After the community meeting, websites called Chicago City Wire and North Cook News began weighing in, portraying Arena as an out-of-touch liberal and trumpeting Podgorski’s group as a defender of hardworking residents.
“Northwest Side GOP staunchly opposes Arena’s proposed housing project,” an article on the North Cook News site declared on Feb. 20, 2017.
Arena “believes that you can’t get people out of poverty so it’s up to government to help people and subsidize their lifestyle,” Amanda Biela, identified as the Republican club’s press secretary, told the publication.
Like Chicago City Wire and 27 other sites with identical designs — and often overlapping content — North Cook News is published by Local Government Information Services. Proft is the company’s president, according to its registration with the state, and Brian Timpone, the owner of other hyper-local websites and media products, is his partner. Timpone did not respond to a request for comment.
The sites spell out their conservative political bent: “We believe in limited government, in the constructive role of the free market and in the rights of citizens to choose the size and scope of their government and the role it should play in their society.”
Arena said he’s heard from constituents concerned about details of the housing development, including its density, and has made changes. But he said supporters of the plan “feel victimized and bullied.”
“When these fights happen, the folks who have an agenda, they know how to play the game,” Arena said. “They know how to stoke fear and intimidate.”
In September, after citing community opposition and “soft” support from the city, the Illinois Housing Development Authority declined to award tax credits for the development, records show. Without them, financing didn’t add up. Arena and the developers eventually cut the number of units in the plan to 75, but last week IHDA again turned down their application. Arena has vowed to press on.
Proft’s websites and conservative allies on the Northwest Side worked to keep the affordable housing controversy alive as candidates were lined up for state legislative races — even though the development fell under the city’s authority.
Last August, Chicago City Wire posted articles quoting critics who accused Martwick of “hiding” on the issue.
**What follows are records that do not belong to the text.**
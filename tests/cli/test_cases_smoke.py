"""Every shipped case: `predict` pins one reference number; `simulate` runs in 1D, on a rectangle and on a disk."""

from __future__ import annotations

import json
from pathlib import Path

import numpy as np
import pytest

from harness.cli import main
from solvers.classify import OUTCOMES

CASES = Path(__file__).resolve().parents[2] / "cases"


def _predict(capsys, name: str, *sets: str) -> dict:
    argv = ["predict", str(CASES / name), "--json"]
    for s in sets:
        argv += ["--set", s]
    assert main(argv) == 0
    return json.loads(capsys.readouterr().out)["points"][0]


def test_brusselator_hss(capsys):
    """HSS (a, b/a) (Prigogine & Lefever 1968)."""
    p = _predict(capsys, "ref_1d_brusselator.toml", "b=3.5")
    assert p["hss"]["u"] == pytest.approx(2.0, rel=1e-12) and p["hss"]["v"] == pytest.approx(1.75, rel=1e-12)


def test_schnakenberg_hss(capsys):
    """HSS u* = a + b, v* = b/(a + b)^2 (Schnakenberg 1979; Murray 2003)."""
    p = _predict(capsys, "ref_1d_schnakenberg.toml", "b=0.9")
    assert p["hss"]["u"] == pytest.approx(1.0, rel=1e-12) and p["hss"]["v"] == pytest.approx(0.9, rel=1e-12)


def test_wave_pinning_hss(capsys):
    """With b = T - a the HSS solves -(k0 + 2) a^3 + T (k0 + 1) a^2 - (k0 + 1) a + T k0 = 0 (derived from
    f = b (k0 + a^2/(1 + a^2)) - a with gamma = K = delta = 1; Mori et al. 2008 parameters, from memory)."""
    k0, total = 0.067, 0.2683 + 2.0
    roots = np.roots([-(k0 + 2), total * (k0 + 1), -(k0 + 1), total * k0])
    real = sorted(r.real for r in roots if abs(r.imag) < 1e-12 and r.real > 0)
    p = _predict(capsys, "ref_1d_wave_pinning.toml", f"k0={k0}")
    assert min(abs(p["hss"]["a"] - r) for r in real) < 1e-10
    assert p["hss"]["a"] + p["hss"]["b"] == pytest.approx(total, rel=1e-12)


def test_two_membrane_hss(capsys):
    """The cytosol balances the membrane's inactive form, c = (k_out / k_on) m, and a + m + c keeps its total
    (derived from the model's third equation and its conservation law)."""
    p = _predict(capsys, "ref_1d_two_membrane.toml", "k_f=3.0")
    h = p["hss"]
    assert h["c"] == pytest.approx(0.5 * h["m"], rel=1e-10)
    assert h["a"] + h["m"] + h["c"] == pytest.approx(1.1, rel=1e-12)


CASE_POINTS = {
    "demo_1d_membrane_switch.toml": "s=0.3",
    "ref_1d_brusselator.toml": "b=2.5",
    "ref_1d_schnakenberg.toml": "b=0.9",
    "ref_1d_wave_pinning.toml": "k0=0.067",
    "ref_1d_two_membrane.toml": "k_f=3.0",
}


@pytest.mark.slow
@pytest.mark.parametrize("name", sorted(CASE_POINTS))
@pytest.mark.parametrize("geometry", ["1d", "rectangle", "disk"])
def test_simulate_every_case_every_geometry(capsys, name, geometry):
    """`simulate` runs on each shipped case in 1D, on a rectangle and on a disk and gives a named outcome;
    conserved totals stay put."""
    argv = ["simulate", str(CASES / name), "--set", CASE_POINTS[name], "--start", "noise:1e-3", "--json",
            "--set", "solver.t_end=50", "--set", "solver.cells_1d=64", "--set", "solver.cells_2d=16"]
    if geometry != "1d":
        argv += ["--dim", "2"]
    if geometry == "disk":
        argv += ["--set", "domain.shape=disk", "--set", "domain.radius=3"]
    assert main(argv) == 0
    out = json.loads(capsys.readouterr().out)
    assert out["outcome"] in OUTCOMES
    assert out["domain"]["shape"] == {"1d": "interval", "rectangle": "rectangle", "disk": "disk"}[geometry]
    if out["mass_drift"] is not None:
        assert out["mass_drift"] < 1e-9
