//! The shapes three shipped demo scenarios are there to show, checked on their own runs (each
//! file's seed and R) with margins of four standard errors taken from the run itself (jackknife
//! over replicate blocks):
//!
//! - `bakery-forest-size` (forest, knob `trees`, two fit seeds): the variance and its fit part
//!   fall with the number of trees, while bias² and `var (data)` do not depend on it (for
//!   exchangeable trees both are the same for any number of trees: Wood et al. 2023, *JMLR*
//!   24(359), and the law of total variance);
//! - `kiln-boost-rounds` (boost, knob `rounds`): the expected loss falls, then rises — its
//!   minimum is inside the grid and the last round is worse than the minimum;
//! - `roastery-double-descent` (minnorm, knob `features`): the expected loss peaks at p ≈ n, the
//!   interpolation threshold (Belkin, Hsu and Xu 2020, *SIAM J. Math. Data Sci.* 2(4), Theorem 1:
//!   for Gaussian inputs the risk is unbounded as p → n from either side), and falls on both
//!   sides of it.
//!
//! A difference between two grid values is judged against `sqrt(se_a² + se_b²)`. The values of
//! one curve share training sets and are positively correlated, so this overstates the standard
//! error of the difference: "exceeds by more than 4 of these" is conservative, and "within 4 of
//! these" is the corresponding check that two values agree.

use std::path::PathBuf;

use lossprism::report::{self, PointRow, ResultDoc};
use lossprism::runner;
use lossprism::scenario::{self, Plan, PlanOptions};

fn run(file: &str) -> (Plan, ResultDoc) {
    let path = PathBuf::from(env!("CARGO_MANIFEST_DIR"))
        .join("scenarios")
        .join(file);
    let plan = scenario::load(&path, &PlanOptions::default()).expect("shipped scenario plans");
    let outcome = runner::run(&plan, 2).expect("shipped scenario runs");
    let doc = report::build(&plan, &outcome);
    (plan, doc)
}

fn se(p: &PointRow, key: &str) -> f64 {
    let s = p
        .se(key)
        .unwrap_or_else(|| panic!("{key} has no standard error"));
    assert!(s.is_finite() && s >= 0.0, "{key}: se {s}");
    s
}

/// `(a − b) / sqrt(se_a² + se_b²)` for term `key` at two grid values.
fn z(a: &PointRow, b: &PointRow, key: &str) -> f64 {
    (a.get(key) - b.get(key)) / se(a, key).hypot(se(b, key))
}

#[test]
fn forest_variance_falls_with_trees_and_bias_stays() {
    let (_, doc) = run("bakery-forest-size.toml");
    let pts = &doc.points;
    let (first, last) = (&pts[0], &pts[pts.len() - 1]);
    let zv = z(first, last, "variance");
    let zf = z(first, last, "variance_fit");
    let zb = z(first, last, "bias_sq");
    let zd = z(first, last, "variance_data");
    println!(
        "forest: variance {:.3} -> {:.3} (z {zv:.1}); var (fit) {:.3} -> {:.3} (z {zf:.1}); \
         bias² {:.3} -> {:.3} (z {zb:.2}); var (data) {:.3} -> {:.3} (z {zd:.2})",
        first.get("variance"),
        last.get("variance"),
        first.get("variance_fit"),
        last.get("variance_fit"),
        first.get("bias_sq"),
        last.get("bias_sq"),
        first.get("variance_data"),
        last.get("variance_data"),
    );
    assert!(zv > 4.0, "variance does not fall clearly: z = {zv}");
    assert!(zf > 4.0, "var (fit) does not fall clearly: z = {zf}");
    assert!(
        zb.abs() < 4.0,
        "bias² moves with the number of trees: z = {zb}"
    );
    assert!(
        zd.abs() < 4.0,
        "var (data) moves with the number of trees: z = {zd}"
    );
    // The prefix averages of one forest make neighbouring values strongly correlated: the
    // variance curve itself falls at every step.
    for w in pts.windows(2) {
        assert!(
            w[1].get("variance") < w[0].get("variance"),
            "variance rises from {} to {} trees",
            w[0].value,
            w[1].value
        );
    }
    // The reading says what the variance is made of at both ends.
    assert!(
        doc.reading
            .contains("At trees = 1 the variance is mostly the learner's own randomness"),
        "{}",
        doc.reading
    );
    assert!(
        doc.reading.contains("it is mostly the training data"),
        "{}",
        doc.reading
    );
    assert!(doc.reading.contains("diversity"), "{}", doc.reading);
}

#[test]
fn boosting_rounds_overfit() {
    let (_, doc) = run("kiln-boost-rounds.toml");
    let pts = &doc.points;
    let imin = (0..pts.len())
        .min_by(|&a, &b| pts[a].expected_loss().total_cmp(&pts[b].expected_loss()))
        .unwrap();
    let last = &pts[pts.len() - 1];
    let z_last = z(last, &pts[imin], "expected_loss");
    let z_first = z(&pts[0], &pts[imin], "expected_loss");
    println!(
        "boost: minimum {:.4} ± {:.4} at {} rounds; {} rounds: {:.4} ± {:.4} (z {z_last:.1}); \
         0 rounds: {:.4} (z {z_first:.1})",
        pts[imin].expected_loss(),
        se(&pts[imin], "expected_loss"),
        pts[imin].value,
        last.value,
        last.expected_loss(),
        se(last, "expected_loss"),
        pts[0].expected_loss(),
    );
    assert!(
        imin > 0 && imin + 1 < pts.len(),
        "minimum at the edge of the grid"
    );
    assert!(
        z_last > 4.0,
        "the last round is not clearly worse: z = {z_last}"
    );
    assert!(z_first > 4.0, "round 0 is not clearly worse: z = {z_first}");
}

#[test]
fn minnorm_peaks_at_the_interpolation_threshold() {
    let (plan, doc) = run("roastery-double-descent.toml");
    let n = plan.sizes[plan.sizes.len() - 1] as f64;
    let pts = &doc.points;
    let imax = (0..pts.len())
        .max_by(|&a, &b| pts[a].expected_loss().total_cmp(&pts[b].expected_loss()))
        .unwrap();
    let peak = pts[imax].value;
    println!(
        "minnorm: n = {n}, peak at p = {peak} (expected loss {:.4})",
        pts[imax].expected_loss()
    );
    assert!((peak - n).abs() <= 2.0, "peak at p = {peak}, n = {n}");
    // Either side of the peak, at p = n ∓ 4: the loss (whose variance is finite there for
    // Gaussian inputs, unlike at |p − n| ≤ 3, so the standard error means something) is clearly
    // above the lowest loss on that side, i.e. the curve climbs towards n and descends after it.
    let at = |p: f64| {
        pts.iter()
            .find(|r| r.value == p)
            .unwrap_or_else(|| panic!("p = {p} not on the grid"))
    };
    let (below, above) = (at(n - 4.0), at(n + 4.0));
    let lowest = |side: &dyn Fn(f64) -> bool| {
        pts.iter()
            .filter(|r| side(r.value))
            .min_by(|a, b| a.expected_loss().total_cmp(&b.expected_loss()))
            .unwrap()
    };
    let (left, right) = (lowest(&|p| p < n - 4.0), lowest(&|p| p > n + 4.0));
    let z_left = z(below, left, "expected_loss");
    let z_right = z(above, right, "expected_loss");
    println!(
        "minnorm: p = {}: {:.4} vs lowest left {:.4} at p = {} (z {z_left:.1}); p = {}: {:.4} vs \
         lowest right {:.4} at p = {} (z {z_right:.1})",
        below.value,
        below.expected_loss(),
        left.expected_loss(),
        left.value,
        above.value,
        above.expected_loss(),
        right.expected_loss(),
        right.value
    );
    assert!(z_left > 4.0, "no clear rise before the peak: z = {z_left}");
    assert!(z_right > 4.0, "no clear second descent: z = {z_right}");
}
Weeks later, Kessem and Biela — both members of the Northwest Side GOP Club — formed campaign committees to run for the Illinois House in neighboring districts. The paperwork for both committees listed Podgorski as the chairman.
By December, the Illinois Opportunity Project made the first of a series of contributions to Kessem and Biela to pay for political consulting.
In February, five weeks before the primaries, Chicago police Officer Jeffrey La Porte formed a committee and jumped into the Democratic primary against Martwick.
It was no secret who was backing La Porte. Less than a week later, Proft’s Liberty Principles PAC paid for a mailing attacking Martwick. Soon after, La Porte reported an $11,000 contribution from the Illinois Opportunity Project, accounting for more than two-thirds of all the funds he reported raising.
La Porte spent most of the money on more campaign mailers. Some attacked Martwick for capitalizing on his political connections to make money as a lawyer and consultant. One showed a picture of the proposed development at 5150 N. Northwest Hwy.
“Robert Martwick and John Arena support the 5150 development plan,” the mailer said. “Our community does not support extreme density!”
Martwick won the primary with 67 percent of the vote. But the campaigning didn’t stop.
Garrido said Arena still won’t admit opposition to the 5150 plan is “legitimately a grass-roots effort.”
“Don’t believe the hype that Dan Proft is the mastermind pulling all the strings about what’s going on on the Northwest Side,” Garrido said. “I consider Dan a friend. But Dan is not coordinating. We’re not opposing the project to try to get candidates in office.”
On June 21, the Northwest Side GOP Club is planning to hold what it calls the “IL-Advised Conservative Collective and Banquet,” a fundraiser featuring Kessem and Biela.
“Don’t miss the conservative event of the year,” an announcement said.
The keynote speaker will be Dan Proft.